New fiscal package to stimulate Moldova's economy: Action and Solidarity Party proposes maintaining zero profit tax rate, increased deductions for education

MPs of the Action and Solidarity Party (PAS) Radu Marian and Victoria Belous have announced the registration of a new draft that includes more fiscal measures to be adopted by January 1, 2026. One of the most important provisions is the continuation of the zero tax rate on income from reinvested profit in the 2026 year.

According to the cited source, the initiative was developed along with the Ministry of Finance and is signed by more lawmakers of the parliamentary majority. The document aims to stimulate investments and eliminate the present legislative discrepancies.

“One of the most important provisions is the continuation of the zero tax rate on income from reinvested profit in the 2026 year. The facility will apply to companies with a turnover of up to 100 million lei and a maximum of 249 employees. Ineligible are enterprises from free economic zones, IT parks, commerce, financial-banking, insurance and some energy sectors,” said Radu Marian.

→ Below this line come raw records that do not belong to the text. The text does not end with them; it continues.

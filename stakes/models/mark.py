"""Marks and their stakes as they stand now; rebuilt from the record at will."""

from __future__ import annotations

from django.db import models

from stakes.models.record import Record


class Mark(models.Model):
    """A planned place with a purpose: control, benchmark, stake position, foreign mark.

    Coordinates are exact nanometres as text beside floats for computing.
    """

    key = models.UUIDField(primary_key=True)
    record = models.ForeignKey(Record, models.PROTECT, related_name="marks")
    label = models.CharField(max_length=60)
    purpose = models.CharField(max_length=12)
    sort = models.CharField(max_length=40, blank=True)
    stage = models.CharField(max_length=40, blank=True)
    carries = models.CharField(max_length=10)
    line = models.CharField(max_length=80, blank=True)
    words = models.CharField(max_length=200, blank=True)
    refers_to = models.CharField(max_length=80, blank=True)
    tolerance = models.CharField(max_length=60, blank=True)
    lasts = models.CharField(max_length=40, blank=True)
    basis = models.JSONField(default=list)
    northing_nm = models.CharField(max_length=24, blank=True)
    easting_nm = models.CharField(max_length=24, blank=True)
    elevation_nm = models.CharField(max_length=24, blank=True)
    northing_m = models.FloatField(null=True)
    easting_m = models.FloatField(null=True)
    elevation_m = models.FloatField(null=True)
    planned_by = models.BigIntegerField(null=True)
    value = models.UUIDField(null=True)
    covariance_mm2 = models.JSONField(null=True)
    standing = models.CharField(max_length=10)
    held = models.BooleanField(default=False)
    doubled = models.BooleanField(default=False)
    stakes_set = models.IntegerField(default=0)
    last_entry = models.BigIntegerField(default=0)

    class Meta:
        indexes = [
            models.Index(fields=["record", "label"], name="mark_label"),
            models.Index(fields=["record", "standing"], name="mark_standing"),
        ]

    def __str__(self) -> str:
        return self.label

    @property
    def is_control(self) -> bool:
        return self.purpose in ("control", "benchmark")


class Stake(models.Model):
    """One physical stake of a mark, by the mark's own entries."""

    record = models.ForeignKey(Record, models.PROTECT)
    mark = models.UUIDField()
    ordinal = models.IntegerField()
    set_at = models.DateTimeField(null=True)
    set_number = models.BigIntegerField(null=True)
    setup = models.UUIDField(null=True)
    components = models.CharField(max_length=2)
    standing = models.CharField(max_length=10)
    how = models.CharField(max_length=80, blank=True)
    last_seen = models.DateTimeField(null=True)
    first_missing = models.DateTimeField(null=True)
    lath_down = models.BooleanField(default=False)
    held = models.BooleanField(default=False)
    provisional = models.BooleanField(default=False)
    superseded = models.BooleanField(default=False)
    handed_over = models.BooleanField(default=False)
    built_from = models.BooleanField(default=False)
    fate = models.CharField(max_length=20, blank=True)
    position = models.JSONField()
    elevation = models.JSONField()

    class Meta:
        constraints = [
            models.UniqueConstraint(
                fields=["record", "mark", "ordinal"], name="stake_ordinal"
            )
        ]

    def __str__(self) -> str:
        return f"{self.mark} stake {self.ordinal}"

The draft also introduces new measures to support investments in renewable energy, allowing companies of this sector to deduct costs for free transmission of electrical infrastructure, under the legislation in force.

At the same time, it proposes increasing the cap for deducting expenses for studies and professional development, from approximately one average salary to 20,000 lei annually per person.

Another change targets increasing the registration threshold as a VAT (value added tax) taxpayer, from 1.2 million to 1.5 million lei annual turnover.

The draft also brings clarity regarding mechanisms for determining taxable value in commerce when applying discounts, rebates and bonus systems, so that price reductions are directly reflected in the tax calculation base.

According to the deputies, the legislative package aims to prepare the economic environment for a faster pace of private investments:

“We are pleased that we have already had seven consecutive quarters of investment growth. We will continue to support the private sector, so that the economy grows, and so does the income of people,” said Radu Marian.

The document is expected to be considered by the MPs till the end of this year.